Rust is an up-and-coming systems programming language, which has gained mindshare in recent years among programmers who like a more predictable language than C++, with less obvious discontinuities (the technical term for "WTF"). For many of the benefits of Rust (with some of the negatives), see Why Rust?.

My little helper function to read a binary file in Rust looks like this (with the required import statements):

use std::io::prelude::*;
use std::fs;

fn read_file_data(name: &String) -> Vec<u8> {
    let mut f = fs::File::open(&name).expect("no file found");
    let mut buffer = Vec::new();
    f.read_to_end(&mut buffer).expect("unable to read file");
    buffer
}

It returns a Vec<u8>, where Vec is a Rust collection type with a template type parameter u8. Note that Rust deallocates memory when variables go out of scope, which also cause the std::fs::File object to automatically close.

For an occasionally updated series on doing stuff with Rust, see the Flecks of Rust newsletter on this site.

Reading a binary file in Modern C++

The solutions for reading a binary file in Python, Scheme and Rust were straightforward enough to use. When I started to figure out how to achieve the same in C++, I soon realised that it would be a little different.

Modern C++ does have the std::vector collection type. It is closest to the Vec type of Rust, also being a template type. Since I want to use the C++ std::byte type for the items in the vector, I know I will be needing a std::vector<std::byte> instance.

For accessing the file, you can use the ifstream class. I haven't found a way to read all the file data with one method call, so the next best thing is to find out the size of the file, and then read exactly that number of bytes.

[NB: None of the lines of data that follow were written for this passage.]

"""The live directed link graph, stored as flat numpy arrays of edge slots.

Why slots: per-edge state (learned flow coefficients, ...) must stay aligned with the edges
while pages and links come and go, and the per-hour path must be a handful of vectorised
passes over 20M+ edges. A Python graph object cannot do either at that size.

Layout (the choice, and why): slots ``0..main-1`` are the *main segment*, sorted by
``key = dst << 32 | src``, so a lookup is one ``searchsorted`` and a compacted graph's
destination-sorted CSR is the identity order (views, no copy). Later additions form an
unsorted *tail* (found through a small dict); removal only clears ``alive`` (a dead mask).
``csr()`` and compaction are *splices*: the main segment is cut at the dead slots and at
the insertion points of the sorted tail and re-joined by one ``np.concatenate`` per array,
so pending changes cost a sequential copy, never an ``O(E log E)`` re-sort. Compaction
(drop dead, merge tail) renumbers slots, moves every registered array in the same splice
and bumps ``generation``; it runs only at the start of ``add_edge``/``remove_edge`` once the
tail or the dead count passes its threshold (amortised), or on ``compact()``. Reads never
renumber, so slot numbers are stable between mutations. ``sum_into_dst`` needs no CSR:
``np.add.reduceat`` over the main segment plus ``np.add.at`` over the tail; at 22M edges
it beat ``np.bincount`` (``benchmarks/bench_graph.py``).
"""

from __future__ import annotations

from collections.abc import Iterable, Sequence
from dataclasses import dataclass, replace
from typing import Any

import numpy as np

from .nodes import NodeIndex

__all__ = ["LinkGraph", "CSRView"]

_SHIFT = np.int64(32)
_DIRECTIONS = ("up", "down")


@dataclass(frozen=True)
class CSRView:
    """Alive edges sorted by destination: in-edges of node ``v`` are ``indptr[v]:indptr[v+1]``."""

    order: np.ndarray  # slot indices (int32 below 2**31 slots, else int64), stable by dst
    indptr: np.ndarray  # int64, n_nodes + 1
    src_sorted: np.ndarray  # int32
    dst_sorted: np.ndarray  # int32


Plan = list[tuple[bool, int, int]]


def _keys(src: np.ndarray, dst: np.ndarray) -> np.ndarray:
    return (dst.astype(np.int64) << _SHIFT) | src.astype(np.int64)


def _self_loop(node: str) -> ValueError:
    return ValueError(f"self-loop on node {node!r} rejected: a page linking to itself is not an edge")


def _readonly(*arrays: np.ndarray) -> None:
    for a in arrays:
        a.flags.writeable = False


def _splice_plan(m: int, drop: np.ndarray, at: np.ndarray) -> Plan:
    """Pieces rebuilding ``base[:m]`` without positions ``drop``, with ``new[i]`` just before ``base[at[i]]``.

    Each piece is ``(from_base, start, stop)``; ``at`` is non-decreasing. Python work is
    proportional to the number of changes, not to ``m``.
    """
    pos = np.concatenate([at, drop]).astype(np.int64)
    is_drop = np.concatenate([np.zeros(at.size, bool), np.ones(drop.size, bool)])  # inserts go first
    idx = np.concatenate([np.arange(at.size), np.zeros(drop.size, np.int64)])
    ev = np.lexsort((is_drop, pos))
    plan: Plan = []
    prev = 0
    for p, dropped, i in zip(pos[ev].tolist(), is_drop[ev].tolist(), idx[ev].tolist(), strict=True):
        if p > prev:
            plan.append((True, prev, p))
            prev = p
        if dropped:
            prev = p + 1
        elif plan and not plan[-1][0] and plan[-1][2] == i:
            plan[-1] = (False, plan[-1][1], i + 1)  # consecutive inserts: one piece
        else:
            plan.append((False, i, i + 1))
    if prev < m:
        plan.append((True, prev, m))
    return plan


def _hours32(hour: int | np.ndarray) -> np.ndarray:
    """Link birth hours (hour indices) as int32, the type the graph stores: half the bytes."""
    if isinstance(hour, int) and -(2**31) <= hour < 2**31:  # one edge event: no array round trip
        return np.int32(hour)  # type: ignore[return-value]
    h = np.asarray(hour, dtype=np.int64)
    if h.size and (h.min() < -(2**31) or h.max() >= 2**31):
        raise ValueError(f"link birth hour {int(h.min() if h.min() < 0 else h.max())} is outside the int32 range "
                         "of hour indices (hours since 1970-01-01)")
    return h.astype(np.int32)


def _splice(plan: Plan, base: np.ndarray, new: np.ndarray, out: np.ndarray | None = None) -> np.ndarray:
    """Apply a splice plan along the last axis with one ``np.concatenate``."""
    pieces = [(base if from_base else new)[..., i:j] for from_base, i, j in plan]
    if not pieces:
        return base[..., :0].copy() if out is None else out
    return np.concatenate(pieces, axis=-1, out=out)


def _segments(indptr: np.ndarray, values: np.ndarray, rows: np.ndarray) -> np.ndarray:
    """Concatenation of ``values[indptr[r]:indptr[r+1]]`` over ``rows``, without a Python loop."""
    starts, lens = indptr[rows], indptr[rows + 1] - indptr[rows]
    total = int(lens.sum())
    if total == 0:
        return values[:0]
    shift = np.repeat(starts - np.cumsum(lens) + lens, lens)
    return values[shift + np.arange(total)]


def _extend_indptr(indptr: np.ndarray, n: int) -> np.ndarray:
    """Indptr for ``n`` nodes when nodes interned since the build have no edges yet."""
    if len(indptr) - 1 >= n:
        return indptr
    out = np.concatenate([indptr, np.full(n + 1 - len(indptr), indptr[-1], dtype=np.int64)])
    _readonly(out)
    return out
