def test_breaker_peak_sensing_compares_with_root_two_times_the_setting() -> None:
    # common practice (from memory): a peak-sensing unit picks up when the peak reaches √2 × the
    # rms setting (the crest of a sine at the setting): the default. The same breaker that
    # "trips" with the peak read as rms rides through with margin 0.99·√2.
    t, i = record(1000.0, 0.5, 0.5, spc=128)
    inr = device_operation.inrush_from_waveform(t, i, F)
    crest = brentq(lambda s: W * math.sin(W * s) - (1 - math.cos(W * s)) / 0.5, 0.3 * T, 0.7 * T)
    peak = float(unipolar(crest, 1000.0, 0.5))
    tol = 0.15
    got = device_operation.breaker_ride_through(_breaker(0.99 * peak / (1 - tol), tol), inr)
    assert not got.trips
    assert got.instantaneous_margin_ratio == pytest.approx(0.99 * math.sqrt(2.0), rel=1e-6)
    assert got.sensed is not None
    assert got.sensed.sensing == "peak"
    assert got.sensed.compared_a == pytest.approx(peak / math.sqrt(2.0), rel=1e-6)
    assert got.sensed.pickup_a == pytest.approx(0.99 * peak, rel=1e-12)
    # the words name what was compared, with the numbers the verdict used
    assert got.compared_current == got.sensed.text
    assert f"{peak / math.sqrt(2.0):.4g} A rms-equivalent" in got.compared_current
    assert f"lower edge {0.99 * peak:.4g} A" in got.compared_current


def test_breaker_rms_sensing_over_a_half_cycle() -> None:
    # an rms-sensing unit: the largest sliding half-cycle rms against the lower edge itself;
    # reference: the half-cycle rms of the analytic waveform by scipy quad over end times
    t, i = record(1000.0, 0.5, 0.5, spc=128)
    inr = device_operation.inrush_from_waveform(t, i, F)

    def window_rms(end: float) -> float:
        e = quad(lambda s: float(unipolar(s, 1000.0, 0.5)) ** 2, max(end - T / 2, 0.0), end)[0]
        return math.sqrt(e / (T / 2))

    ref = max(window_rms(x) for x in np.linspace(0.3 * T, 1.2 * T, 400))
    got = device_operation.breaker_ride_through(
        _breaker(1000.0, 0.1, sensing="half_cycle_rms"), inr
    )
    assert got.sensed is not None
    assert got.sensed.sensed_a == pytest.approx(ref, rel=1e-3)
    assert got.instantaneous_margin_ratio == pytest.approx(900.0 / ref, rel=1e-3)
    assert got.compared_current.startswith("largest sliding half-cycle rms")
    with pytest.raises(ParameterError, match="sensing"):
        _breaker(1000.0, sensing="average")  # type: ignore[arg-type]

With the help of the information found in Modern C++ Programming Cookbook, 2nd Ed by Marius Bancila, I came up with the following helper function:

#include <fstream>
#include <iterator>
#include <vector>

std::vector<std::byte> readFileData(const std::string& name) {
    std::ifstream inputFile(name, std::ios_base::binary);

    // Determine the length of the file by seeking
    // to the end of the file, reading the value of the
    // position indicator, and then seeking back to the beginning.
    inputFile.seekg(0, std::ios_base::end);
    auto length = inputFile.tellg();
    inputFile.seekg(0, std::ios_base::beg);

    // Make a buffer of the exact size of the file and read the data into it.
    std::vector<std::byte> buffer(length);
    inputFile.read(reinterpret_cast<char*>(buffer.data()), length);

    inputFile.close();
    return buffer;
}

Note that this function does not perform error checking when the file is opened, or try to find out if the read succeeded.

What I find weird is that there is no read function for std::byte, which is conceptually wrong because std::byte would be exactly the right type here. Instead, you need to use reinterpret_cast. Of course, it's all bits anyway, but I would like them to be the most obvious and correct bits.

You could specify the size of the vector when you initialize it, but you need to be careful: if you use the uniform initialization syntax of Modern C++ (curly brackets around the value), like std::vector<std::byte> buffer{length};, you will end up creating a one-element vector with the current value of length as the sole element. Instead, you will want to use parentheses, like std::vector<std::byte> buffer(length);. Another day, another C++ footgun.

The type of value returned by the tellg method of std::ifstream is a std::fpos, while the size of the vector is a size_type, which is usually a typedef for std::size_t, which is... oh, never mind. We seem to have descended into another pit of madness in the C++ type system. Somehow it all seems to work, where the definition of "work" is "compiles with clang++ and runs on macOS 12".

Truth be told, the biggest differences in C++ were the need to find out the size of the file, and to make a buffer to hold that exact number of bytes. You can write a helper function to paper over these differences, but shouldn't that be a standard library function?

So there you have it: reading a binary file in Modern C++. It's not exactly the kind of straightforward solution to what must be a common task, so if I'm missing something obvious, then please let me know!